__ACTIVITY__: What lines of the data below include the word "clientFolder"? Report them by copying each.

__INFORMATION PROVIDED__:
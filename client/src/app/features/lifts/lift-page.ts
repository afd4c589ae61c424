import { DatePipe } from '@angular/common';
import { ChangeDetectionStrategy, Component, computed, inject, input, signal } from '@angular/core';
import { FormsModule } from '@angular/forms';
import { Router, RouterLink } from '@angular/router';
import { restingState } from '@shared/circuit';
import { refusalSentence } from '@shared/contract';
import { DeviceStore } from '../../core/device/device-store';
import { SessionStore } from '../../core/session/session-store';
import { PageHeader } from '../../core/shell/page-header';
import { LiftEdit } from './lift-edit';

/** One lift, as far as this phone knows it: hazards first, then what is open, then the start of a case. */
@Component({
  selector: 'app-lift-page',
  imports: [DatePipe, FormsModule, LiftEdit, PageHeader, RouterLink],
  templateUrl: './lift-page.html',
  styleUrl: './lift-page.scss',
  changeDetection: ChangeDetectionStrategy.OnPush,
})
export class LiftPage {
  readonly liftId = input.required<string>();

  protected readonly store = inject(DeviceStore);
  private readonly role = inject(SessionStore).role;
  private readonly router = inject(Router);

  protected readonly complaint = signal('');
  protected readonly problem = signal<string | undefined>(undefined);
  protected readonly busy = signal(false);
  protected readonly quick = [
    $localize`Not moving`,
    $localize`Stops between floors`,
    $localize`Fuse blows`,
    $localize`Works sometimes`,
  ];

  protected readonly lift = computed(() => this.store.lift(this.liftId()));
  protected readonly site = computed(() => {
    const lift = this.lift();
    return lift && this.store.site(lift.siteId);
  });
  protected readonly circuit = computed(() => {
    const lift = this.lift();
    return lift && this.store.circuit(lift.circuitId, lift.circuitRevision);
  });
  private readonly cases = computed(() =>
    this.store.cases().filter(({ liftId }) => liftId === this.liftId()),
  );
  protected readonly open = computed(() =>
    this.cases().filter(({ status }) => status === 'open' || status === 'returned'),
  );
  protected readonly past = computed(() =>
    this.cases()
      .filter(({ status }) => status === 'closed' || status === 'accepted')
      .slice(0, PAST_SHOWN),
  );
  protected readonly linksOut = computed(() =>
    this.cases().flatMap(({ id, links }) =>
      links.filter(({ removedAt }) => !removedAt).map((link) => ({ id, link })),
    ),
  );
  /** Left isolated by the last case, with what was left. */
  protected readonly isolated = computed(() => {
    const [last] = this.cases();
    return last?.outcome === 'left isolated' ? last : undefined;
  });
  protected readonly maySeeLabel = computed(() => this.lift() !== undefined);
  protected readonly mayEdit = computed(
    () => this.role() === 'engineer' || this.role() === 'administrator',
  );
  protected readonly mayOpen = computed(() => this.role() !== 'administrator');

  protected async start(): Promise<void> {
    const lift = this.lift();
    const circuit = this.circuit();
    const complaint = this.complaint().trim();
    if (complaint === '') {
      this.problem.set(
        $localize`Say in a few words what is wrong, or touch one of the usual words.`,
      );
      return;
    }
    if (!lift?.circuitId || !lift.circuitRevision || !circuit || this.busy()) return;
    this.busy.set(true);
    const result = await this.store.openCase(
      {
        liftId: lift.id,
        circuitId: lift.circuitId,
        circuitRevision: lift.circuitRevision,
        complaint,
        practice: lift.practiceFaults !== null,
      },
      restingState(circuit),
    );
    this.busy.set(false);
    if (result.kind === 'kept here') {
      await this.router.navigate(['/cases', result.caseId]);
    } else if (result.kind === 'refused') {
      this.problem.set(refusalSentence(result.refusal.code, result.refusal.details));
    } else {
      this.problem.set(
        $localize`This phone could not keep it: ${result.message}:reason:. Nothing is lost; try again.`,
      );
    }
  }
}

/** Past cases shown on the lift's page. */
const PAST_SHOWN = 6;
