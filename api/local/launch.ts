import { DEFAULT_PORT } from '../config';
import { prepareDatabase } from '../platform/db/migrate';
import { startApi, type ApiProcess } from './apiProcess';
import { apiBundle, buildStale, clientFolder } from './build';
import { startCluster, type Cluster } from './cluster';
import { bring, postgresql } from './debianPackages';
import { demoAccounts } from './demo';
import { freePortFrom, isFree } from './freePort';
import { runningLauncher, sayRunning, sayStopped } from './launcherLock';
import { clusterFolder, ownFolder, postgresAccount } from './place';

const say = (line: string) => void process.stdout.write(`${line}\n`);

/** What has been started, in the order of starting; stopped in the other order. */
const started: { readonly stop: () => Promise<void> }[] = [];
let stopping: Promise<void> | undefined;

function stopAll(): Promise<void> {
  stopping ??= (async () => {
    for (const thing of started.splice(0).reverse()) {
      await thing.stop().catch((error: Error) => process.stderr.write(`${error.message}\n`));
    }
  })();
  return stopping;
}

for (const signal of ['SIGINT', 'SIGTERM', 'SIGHUP'] as const) {
  process.on(signal, () => void stopAll().then(() => process.exit(0)));
}

async function launch(): Promise<void> {
  if (process.env['DATABASE_URL']) await serveGiven();
  else await serveLocal();
}

/** Another database than ours was named: it is used as it is. */
async function serveGiven(): Promise<void> {
  const { DATABASE_URL = '', DATABASE_OWNER_URL } = process.env;
  if (DATABASE_OWNER_URL) await prepareDatabase(DATABASE_OWNER_URL, DATABASE_URL);
  const { stamp } = await buildStale();
  say(`Lampline is at ${await serve({ BUILD: stamp, CLIENT_FOLDER: clientFolder })}`);
}

/** Everything on this machine, with the demo company. */
async function serveLocal(): Promise<void> {
  bring(postgresql);
  const folder = clusterFolder('demo');
  const running = runningLauncher(folder);
  if (running) {
    throw new Error(
      `Lampline already runs from this folder (process ${running.pid}${running.url ? `, ${running.url}` : ''}). Stop that one first.`,
    );
  }
  ownFolder(folder, postgresAccount());
  sayRunning(folder);
  started.push({ stop: async () => sayStopped(folder) });

  const building = buildStale();
  // Looked at below; until then a failure must not end the process before all is stopped.
  building.catch(() => undefined);
  const cluster = await startCluster(folder);
  started.push(cluster);
  await prepareDatabase(cluster.ownerUrl, cluster.applicationUrl);
  const accounts = await demoAccounts(folder, cluster.ownerUrl);
  const { stamp, rebuilt } = await building;
  if (rebuilt.length > 0) say(`Built: ${rebuilt.join(' and ')}.`);

  const url = await serve({ ...environmentOf(cluster), BUILD: stamp });
  sayRunning(folder, url);
  say(`\nLampline is at ${url}\n`);
  for (const { role, email, password } of accounts) {
    say(`  ${role.padEnd(14)} ${email.padEnd(36)} ${password}`);
  }
  say('\nCtrl-C stops it.');
}

const environmentOf = (cluster: Cluster) => ({
  DATABASE_URL: cluster.applicationUrl,
  SESSION_SECRET: cluster.sessionSecret,
  CLIENT_FOLDER: clientFolder,
  LOG_LEVEL: process.env['LOG_LEVEL'] ?? 'warn',
});

/** How often another port is tried when somebody takes the free one first. */
const PORT_ATTEMPTS = 3;

/** Starts the API on PORT, or on the first free port from the usual one; answers the address. */
async function serve(environment: Readonly<Record<string, string>>): Promise<string> {
  const wanted = process.env['PORT'];
  if (wanted !== undefined && !/^[1-9]\d{0,4}$/.test(wanted)) {
    throw new Error(`PORT is a number from 1 to 65535, not "${wanted}".`);
  }
  if (wanted !== undefined && !(await isFree(Number(wanted)))) {
    throw new Error(`PORT ${wanted} is taken by another program: name another, or none.`);
  }
  for (let attempt = 1; ; attempt++) {
    const port = wanted === undefined ? await freePortFrom(DEFAULT_PORT) : Number(wanted);
    try {
      watch(await startApi(apiBundle, { ...environment, PORT: String(port) }));
      return `http://localhost:${port}`;
    } catch (error) {
      if (wanted !== undefined || attempt === PORT_ATTEMPTS || (await isFree(port))) throw error;
    }
  }
}

/** An API that ends by itself takes everything down: nothing is left half running. */
function watch(api: ApiProcess): void {
  started.push(api);
  api.child.once('exit', (code) => {
    if (stopping) return;
    process.stderr.write(`The API ended by itself (${code ?? 'killed'}).\n`);
    void stopAll().then(() => process.exit(1));
  });
}

try {
  await launch();
} catch (error) {
  await stopAll();
  process.stderr.write(`${(error as Error).message}\n`);
  process.exit(1);
}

__THE COMPLETED TASK__:
import { apiBundle, buildStale, clientFolder } from './build';
  say(`Lampline is at ${await serve({ BUILD: stamp, CLIENT_FOLDER: clientFolder })}`);
  CLIENT_FOLDER: clientFolder,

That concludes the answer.